To fully emerge as a world footballing nation—and fellow Americans, we need to make some effort to call the game what the rest of the world does—requires monastic patience and a whole lot of ibuprofen for the growing pains.
Rather than rehash Bennett's excellent piece, we've chosen to look ahead to life without Landon, the oft-reluctant face of a once painfully-unpopular sport in the U.S.A.
As "soccer" moves into a new era of acceptance and near-religious fervor in the States, will a new talisman surface and propel the US Men's National Team to greater heights?
Is it even fair to expect a solitary hero to take on this burden all by himself?
Our own John D. Halloran took on this subject last winter, but this was prior to Donovan's telling interview. Also, here we're more concerned with investigating the need for Donovan's heir apparent than actually discovering the best candidate to fill his shoes.
A scan of Jürgen Klinsmann's selections for the most-recent 2014 World Cup Qualifiers reveals many tried-and-true performers, including: Clint Dempsey (29, Tottenham), Michael Bradley (25, AS Roma) and veteran keeper, Tim Howard (33, Everton).
These players are part of the generation that accomplished mixed results at the last two World Cups.
There is also a measure of quality on the U.S.'s U23 roster—the disappointing team that failed to qualify for the Olympics. Players like Juan Agudelo (19, Chivas USA), Brek Shea (22, FC Dallas) and Terrence Boyd (21, Rapid Wien) have made contributions to their club sides and the senior national squad.
Donovan arguably became the face of U.S. Soccer in 2002 after scoring two goals in the team's surprising run to the quarterfinals at the Japan/South Korea World Cup.

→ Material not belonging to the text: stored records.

import { expect, test } from 'vitest';
import { HP } from './c-library.js';
import { buildCurveSet, buildFile, seal, type Section, table } from './image-builder.js';
import { smallCurveSet, smallTimeline, timelineRows, twoCurves } from './small-files.js';
import { describeEveryWay } from './ways.js';

describeEveryWay('the reader', (library) => {
  // Check value of CRC-32/ISO-HDLC: published with the algorithm, and in vectors/FORMAT.md.
  test('computes the CRC-32 of IEEE 802.3, in one go or byte by byte', async () => {
    expect(await library().crc(Buffer.from('123456789', 'latin1'))).toBe(0xcbf43926);
    expect(await library().crc(new Uint8Array())).toBe(0);
  });

  test('turns words into numbers and ranks and back, at the ends of the range too', async () => {
    const found = await library().signs([0, 1, 0x7fff_ffff, 0x8000_0000, 0xffff_ffff]);
    expect(found).toEqual([
      { signed: 0, rank: 0x8000_0000, back: 0 },
      { signed: 1, rank: 0x8000_0001, back: 1 },
      { signed: 0x7fff_ffff, rank: 0xffff_ffff, back: 0x7fff_ffff },
      { signed: -0x8000_0000, rank: 0, back: -0x8000_0000 },
      { signed: -1, rank: 0x7fff_ffff, back: -1 },
    ]);
  });

  test('reads every code of every width, and refuses the row behind the last', async () => {
    await openChecked(smallTimeline());
    const columns = [
      [1, 0],
      [2, 0],
      [2, 1],
      [3, 0],
      [6, 0],
    ] as const;
    for (const [k, [quantity, group]] of columns.entries()) {
      expect((await library().column('SAMP', quantity, group)).result).toBe(HP.OK);
      const words = timelineRows.map((row) => ({ result: HP.OK, word: row[k]! >>> 0 }));
      const untouched = { result: HP.RANGE, word: 0xdeadbeef };
      const found = await library().read([0, 1, 2, 3, 0xffff_ffff]);
      expect(found).toEqual([...words, untouched, untouched]);
    }
  });

  test('describes a column: place, sign, scale to the last bit, rounding, name', async () => {
    await openChecked(smallTimeline());
    expect(await library().column('SAMP', 3)).toEqual({
      result: HP.OK,
      description: {
        ...{ rows: 3, stride: 16, storage: 1, signed: true },
        ...{ step: 0.5, origin: -40, width: 7, rounding: 3, overflow: 1 },
        name: 'fifteen_letters',
      },
    });
    const { description } = await library().column('SAMP', 2, 1);
    expect(description).toMatchObject({ step: 0.1, signed: false, name: 'irradiance_1' });
  });

  test('ends a name that the file does not end', async () => {
    const file = Buffer.from(smallTimeline());
    // Two sections, so CHAN starts at 64; the name is at 32 in its record.
    file.fill('x', 64 + 32, 64 + 48);
    await openChecked(seal(file));
    expect((await library().column('SAMP', 1)).description!.name).toBe('x'.repeat(15));
  });

  test('does not find a table, a quantity or a group that is not there', async () => {
    await openChecked(smallTimeline());
    expect((await library().column('POIN', 1)).result).toBe(HP.NOT_FOUND);
    expect((await library().column('SAMP', 4)).result).toBe(HP.NOT_FOUND);
    expect((await library().column('SAMP', 2, 2)).result).toBe(HP.NOT_FOUND);
  });

  test('finds the points and peaks of each curve, and no further curve', async () => {
    await openChecked(smallCurveSet());
    const first = { firstPoint: 0, points: 5, firstPeak: 0, peaks: 2, globalPeak: 1 };
    const second = { firstPoint: 5, points: 3, firstPeak: 2, peaks: 1, globalPeak: 2 };
    expect(await library().curve(0)).toEqual({ result: HP.OK, ...first });
    expect(await library().curve(1)).toEqual({ result: HP.OK, ...second });
    expect(await library().curve(2)).toEqual({ result: HP.RANGE });
  });

  test('refuses to select a curve without points, which a file may hold', async () => {
    const dark = { voltage: [], current: [] };
    await openChecked(buildCurveSet([dark, twoCurves.curves[0]], ...layouts));
    expect(await library().curve(0)).toEqual({ result: HP.EMPTY });
    expect(await library().curve(1)).toMatchObject({ result: HP.OK, firstPoint: 0 });
  });

  test('looks a current up in the curve that is selected', async () => {
    await openChecked(smallCurveSet());
    await library().curve(1);
    // By hand: 440 × 100 / 200 = 220 is the drop half way from 110 to 310.
    const found = await library().currents([0, 20, 110, 210, 310, 311]);
    expect(Array.from(found)).toEqual([450, 450, 440, 220, 0, 0]);
    await library().curve(0);
    expect(Array.from(await library().currents([300]), (word) => word | 0)).toEqual([-3]);
  });

  test('skips sections, quantities and kinds that it does not know', async () => {
    const unknown = table('ZZZZ', [[7]], [{ quantity: 999, ...layouts[0] }]);
    await openChecked(buildFile(77, unknown.channels, [unknown.section]));
    expect(await library().column('ZZZZ', 999)).toMatchObject({ result: HP.OK });
  });

  test('opens a file of the most sections, without records and without columns', async () => {
    const letters = 'ABCDEFGHIJKLMNO'.split('');
    const empty = letters.map(
      (x) => table(`SEC${x}`, [], [{ quantity: 1, ...layouts[0] }]).section,
    );
    await openChecked(buildFile(2, [], empty));
  });

  test('refuses a file of 17 sections, though they follow each other as they must', async () => {
    const letters = 'ABCDEFGHIJKLMNOP'.split('');
    const file = buildFile(
      2,
      [],
      letters.map((x) => section(`SEC${x}`, 4)),
    );
    expect(await library().open(file)).toBe(HP.DIRECTORY);
  });

  test('takes records of 4 to 1024 bytes in steps of 4, and no others', async () => {
    const sizes = [4, 8, 1020, 1024, 2, 6, 1022, 1028];
    const files = sizes.map((size) => buildFile(2, [], [section('SAMP', size)]));
    const found = await Promise.all(files.map((file) => library().open(file)));
    expect(found).toEqual(sizes.map((_, k) => (k < 4 ? HP.OK : HP.DIRECTORY)));
  });

  test('refuses to select a curve whose points or peaks lie outside, checked or not', async () => {
    for (const quantity of [16, 17, 18, 19]) {
      for (const value of [9, 0xffff_fffc]) {
        const file = Buffer.from(smallCurveSet());
        file.writeUInt32LE(value, curve(1, quantity));
        expect(await library().open(seal(file))).toBe(HP.OK);
        expect(await library().curve(1)).toEqual({ result: HP.INDEX });
      }
    }
  });

  const refusals: [what: string, damage: (file: Buffer) => void, open: number, check?: number][] = [
    ['a wrong magic', (file) => file.fill(0x0a, 4, 6), HP.MAGIC],
    ['another format version', (file) => file.writeUInt16LE(2, 8), HP.VERSION],
    ['another header size', (file) => file.writeUInt16LE(36, 10), HP.VERSION],
    ['a length above the true one', (file) => file.writeUInt32LE(file.length + 1, 20), HP.LENGTH],
    ['a length below the true one', (file) => file.writeUInt32LE(file.length - 1, 20), HP.LENGTH],
    ['one section', (file) => file.writeUInt32LE(1, 16), HP.DIRECTORY],
    ['17 sections', (file) => file.writeUInt32LE(17, 16), HP.DIRECTORY],
    ['2^24 + 4 sections', (file) => file.writeUInt32LE(2 ** 24 + 4, 16), HP.DIRECTORY],
    ['a section fewer', (file) => file.writeUInt32LE(3, 16), HP.DIRECTORY],
    ['a lower-case tag', (file) => file.write('curv', entry(1)), HP.DIRECTORY],
    ['a tag of other characters', (file) => file.write('CU[V', entry(1)), HP.DIRECTORY],
    ['a tag that occurs twice', (file) => file.write('POIN', entry(1)), HP.DIRECTORY],
    ['a gap before a section', (file) => add(file, entry(2) + 4, 4), HP.DIRECTORY],
    ['sections that overlap', (file) => add(file, entry(2) + 4, -4), HP.DIRECTORY],
    ['a record size of 0', (file) => file.writeUInt32LE(0, entry(2) + 8), HP.DIRECTORY],
    ['a record size of 6', (file) => file.writeUInt32LE(6, entry(2) + 8), HP.DIRECTORY],
    ['a record size of 1028', (file) => file.writeUInt32LE(1028, entry(2) + 8), HP.DIRECTORY],
    ['a record too many', (file) => add(file, entry(3) + 12, 1), HP.DIRECTORY],
    ['a record too few', (file) => add(file, entry(3) + 12, -1), HP.DIRECTORY],
    ['records beyond 32 bits', (file) => add(file, entry(2) + 12, 2 ** 30), HP.DIRECTORY],
    ['2^32 - 1 records', (file) => file.writeUInt32LE(0xffff_ffff, entry(3) + 12), HP.DIRECTORY],
    [
      'a section behind the end whose size wraps to it',
      (file) => {
        wrapBehind(file, 0);
      },
      HP.DIRECTORY,
    ],
    [
      'a section whose CRC is behind the end',
      (file) => {
        wrapBehind(file, 4);
      },
      HP.DIRECTORY,
    ],
    ['a first section that is not CHAN', (file) => file.write('CHAM', entry(0)), HP.CHANNEL],
    [
      'a column of a section that is not there',
      (file) => file.write('PION', channel(9)),
      HP.CHANNEL,
    ],
    ['a column of CHAN itself', (file) => file.write('CHAN', channel(9)), HP.CHANNEL],
    ['a column that ends outside its record', (file) => add(file, channel(10) + 8, 2), HP.CHANNEL],
    [
      'a column far outside its record',
      (file) => file.writeUInt16LE(65534, channel(9) + 8),
      HP.CHANNEL,
    ],
    ['a column off its alignment', (file) => add(file, channel(9) + 8, 1), HP.CHANNEL],
    ['a storage of 3 bytes', (file) => (file[channel(9) + 10] = 3), HP.CHANNEL],
    ['a storage of 0 bytes', (file) => (file[channel(9) + 10] = 0), HP.CHANNEL],
    ['a width of 0 bits', (file) => (file[channel(9) + 11] = 0), HP.CHANNEL],
    ['a width beyond the storage', (file) => (file[channel(9) + 11] = 17), HP.CHANNEL],
    ['a sign that is neither 0 nor 1', (file) => (file[channel(9) + 7] = 2), HP.CHANNEL],
    [
      'a curve set without voltages',
      (file) => file.writeUInt16LE(6, channel(9) + 4),
      HP.OK,
      HP.NOT_FOUND,
    ],
    ['a first point behind its turn', (file) => add(file, curve(1, 16), 1), HP.OK, HP.INDEX],
    ['a first point before its turn', (file) => add(file, curve(1, 16), -1), HP.OK, HP.INDEX],
    ['a number of points too large', (file) => add(file, curve(1, 17), 1), HP.OK, HP.INDEX],
    [
      'a first and a number that wrap',
      (file) => file.writeUInt32LE(0xffff_fffc, curve(1, 17)),
      HP.OK,
      HP.INDEX,
    ],
    ['a first peak not in turn', (file) => add(file, curve(1, 18), -1), HP.OK, HP.INDEX],
    ['a number of peaks too large', (file) => add(file, curve(1, 19), 1), HP.OK, HP.INDEX],
    [
      'a global peak of another curve',
      (file) => file.writeUInt32LE(1, curve(1, 20)),
      HP.OK,
      HP.INDEX,
    ],
    [
      'a global peak behind the last',
      (file) => file.writeUInt32LE(2, curve(0, 20)),
      HP.OK,
      HP.INDEX,
    ],
    ['a voltage that stays', (file) => file.writeUInt16LE(100, point(2)), HP.OK, HP.ORDER],
    ['a voltage that falls', (file) => file.writeUInt16LE(99, point(2)), HP.OK, HP.ORDER],
    ['a current that rises', (file) => file.writeInt16LE(901, point(1) + 2), HP.OK, HP.ORDER],
    ['a signed current that rises', signedRise, HP.OK, HP.ORDER],
  ];

  test.each(refusals)(
    'refuses %s even where every CRC matches',
    async (...[, damage, open, check]) => {
      const file = Buffer.from(smallCurveSet());
      damage(file);
      const found = await library().inspect(seal(file));
      expect({ open: found.open, check: found.check }).toEqual({ open, check: check ?? CLOSED });
    },
  );

  test('refuses a CHAN section whose records are not 48 bytes long', async () => {
    const bytes = Buffer.from(smallTimeline());
    // Five records of 48 bytes are sixty of 4 bytes.
    bytes.writeUInt32LE(4, entry(0) + 8);
    bytes.writeUInt32LE(60, entry(0) + 12);
    expect(await library().open(seal(bytes))).toBe(HP.CHANNEL);
  });

  test('refuses damage to the header or the directory by their CRC', async () => {
    for (const at of [12, 24, 28, entry(0) + 4, entry(3) + 12]) {
      const file = smallCurveSet();
      file[at]! ^= 0x10;
      expect(await library().open(file)).toBe(HP.HEADER_CRC);
    }
  });

  test('refuses a curve set of another kind where curves are asked for', async () => {
    const file = Buffer.from(smallCurveSet());
    file.writeUInt32LE(2, 12);
    await openChecked(seal(file));
    expect(await library().curve(0)).toEqual({ result: HP.KIND });
  });

  const openChecked = async (file: Uint8Array): Promise<void> => {
    expect(await library().open(file)).toBe(HP.OK);
    expect(await library().check()).toBe(HP.OK);
  };
});

/** What the probe answers while there is nothing to ask. */
const CLOSED = 1;
const layouts = [twoCurves.voltage, twoCurves.current] as const;

const section = (tag: string, recordSize: number): Section => ({
  ...{ tag, recordSize, records: 1, bytes: new Uint8Array(recordSize) },
});

// Offsets in the small curve set: 4 sections, so CHAN starts at 96; 14 channels of 48 bytes.
const entry = (section: number): number => 32 + 16 * section;
const channel = (k: number): number => 96 + 48 * k;
const CURVES = 96 + 48 * 14 + 4;
const curve = (k: number, quantity: number): number => CURVES + 28 * k + 8 + 4 * (quantity - 16);
const point = (k: number): number => CURVES + 28 * 2 + 4 + 4 * k;

// Section 2 ends `beyond` bytes behind the end of the file; section 3 has a size of almost 2^32, so
// that a sum without a check comes out at the end exactly.
function wrapBehind(file: Buffer, beyond: number): void {
  const size = file.length + beyond - 4 - file.readUInt32LE(entry(2) + 4);
  file.writeUInt32LE(4, entry(2) + 8);
  file.writeUInt32LE(size / 4, entry(2) + 12);
  file.writeUInt32LE(file.length + beyond, entry(3) + 4);
  file.writeUInt32LE(4, entry(3) + 8);
  file.writeUInt32LE((2 ** 32 - 4 - beyond) / 4, entry(3) + 12);
}

// From -1 to 0: as words without their sign, these fall.
function signedRise(file: Buffer): void {
  file.writeInt16LE(-1, point(3) + 2);
  file.writeInt16LE(0, point(4) + 2);
}

const add = (file: Buffer, at: number, value: number): number =>
  file.writeUInt32LE((file.readUInt32LE(at) + value) >>> 0, at);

At age 20, Donovan took home the Best Young Player distinction and all the weighty expectations of a country bent on global sporting dominance.
After 144 caps and 49 goals (most in USMNT history), Donovan (Sporting News, Brian Straus) is no longer certain he can be the showpiece of the team.

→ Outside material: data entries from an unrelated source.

/** The best fit of a curve: searches from many starts, until the best end has been met again. */
import { leastSquares } from '../../numeric/least-squares.js';
import type { LeastSquaresResult } from '../../numeric/least-squares-problem.js';
import type { CurveData } from './curve-data.js';
import { residualProblem, type ResidualConvention } from './residuals.js';
import type { SearchBox } from './search-box.js';
import { startingPoints } from './starts.js';

export interface SearchResult {
  readonly best: LeastSquaresResult;
  readonly tried: number;
  /** How many of the starts led to the best end, itself included. */
  readonly agreeing: number;
}

const MOST_STARTS = 24;
/** So many starts are tried in any case. */
const LEAST_STARTS = 8;
/** So many starts have to lead to the best end. */
export const CONFIRMATIONS = 3;
/** Relative difference of two sums of squares that are one and the same minimum. */
const SAME_SUM = 1e-8;

/**
 * @param known Parameter sets to start from as well, after those from the grid.
 */
export function searchOptimum(
  convention: ResidualConvention,
  data: CurveData,
  box: SearchBox,
  known: readonly Float64Array[] = [],
): SearchResult {
  const problem = residualProblem(convention, box.scale, data);
  const ends: LeastSquaresResult[] = [];
  const starts = [...known, ...startingPoints(data, box, MOST_STARTS)];
  const bestSum = (): number => Math.min(...ends.map(({ sumOfSquares }) => sumOfSquares));
  // An exact fit leaves rounding, of which no two searches leave the same.
  const rounding =
    data.voltages.length * (EXACT_FIT * data.currentSpan) * (EXACT_FIT * data.currentSpan);
  const agreeing = (): number => {
    const most = bestSum() * (1 + SAME_SUM) + rounding;
    return ends.filter(({ sumOfSquares }) => sumOfSquares <= most).length;
  };
  for (const start of starts) {
    ends.push(leastSquares(problem, start, { ...box, iterationLimit: 500 }));
    if (ends.length >= LEAST_STARTS + known.length && agreeing() >= CONFIRMATIONS) break;
  }
  const least = bestSum();
  // Of equals the one that got nearest to a right angle, so that the order of starts is no matter.
  const best = ends
    .filter(({ sumOfSquares }) => sumOfSquares <= least * (1 + SAME_SUM) + rounding)
    .reduce((a, b) => (b.isSolution && (!a.isSolution || b.cosine < a.cosine) ? b : a));
  return { best, tried: ends.length, agreeing: agreeing() };
}

const EXACT_FIT = 1e-13;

It is a supreme challenge to pick out the next twenty-something with the quality and character to lead the U.S. beyond the 2014 World Cup. As for Brazil, Donovan will be 32, Dempsey 31 and Bradley 27.
A glance at the U.S.'s U20 player pool demonstrates a number of players in good European academies/systems, but even the most tenured scout would be hard-pressed making a shortlist for the next U.S. Soccer poster child.
The need to push a superstar is not purely an American phenomenon. England has Beckham, Portugal has Cristiano Ronaldo and Argentina has Messi. The argument could be made that Donovan is no less a once-in-a-generation player for his country than these players.
Perhaps it is this hangup on the superman principle that prevents some teams from hoisting trophies on the international level in today's game.
If we look at the most successful international sides at the moment, we see a team game orchestrated by talent at every position. Spain is the clear model here, and while players like Xavi and Andres Iniesta are singular, they can find quality teammates within every channel on the pitch.
Germany and Brazil also currently have this sort of culture; one player does not have to carry the team athletically and be the marketing focal point.
Consider the World Cup records of Beckham's England (only title, 1966), Messi's Argentina (last title, 1986—granted, there was that whole Maradona phenomenon) and CR7's Portugal (third, 1966).
Furthermore, neither Spain (2010) nor Italy (2006)—the winners of the last two World Cups—relied so heavily on one player.
The USMNT has never had a player the caliber of a Beckenbauer, Pelé or Cruyff, but Donovan has been expected to mirror these players' accomplishments simply because he was dubbed The Chosen One.
Perhaps Klinsmann is crafting more of a team concept in anticipation of Donovan's 50/50 playing scenario for 2014.
Only eight countries can boast of a World Cup title over its 19 editions. If the U.S. wish to add their name to the list some day, they will need more than one Landon Donovan—or next big thing—to do the deed.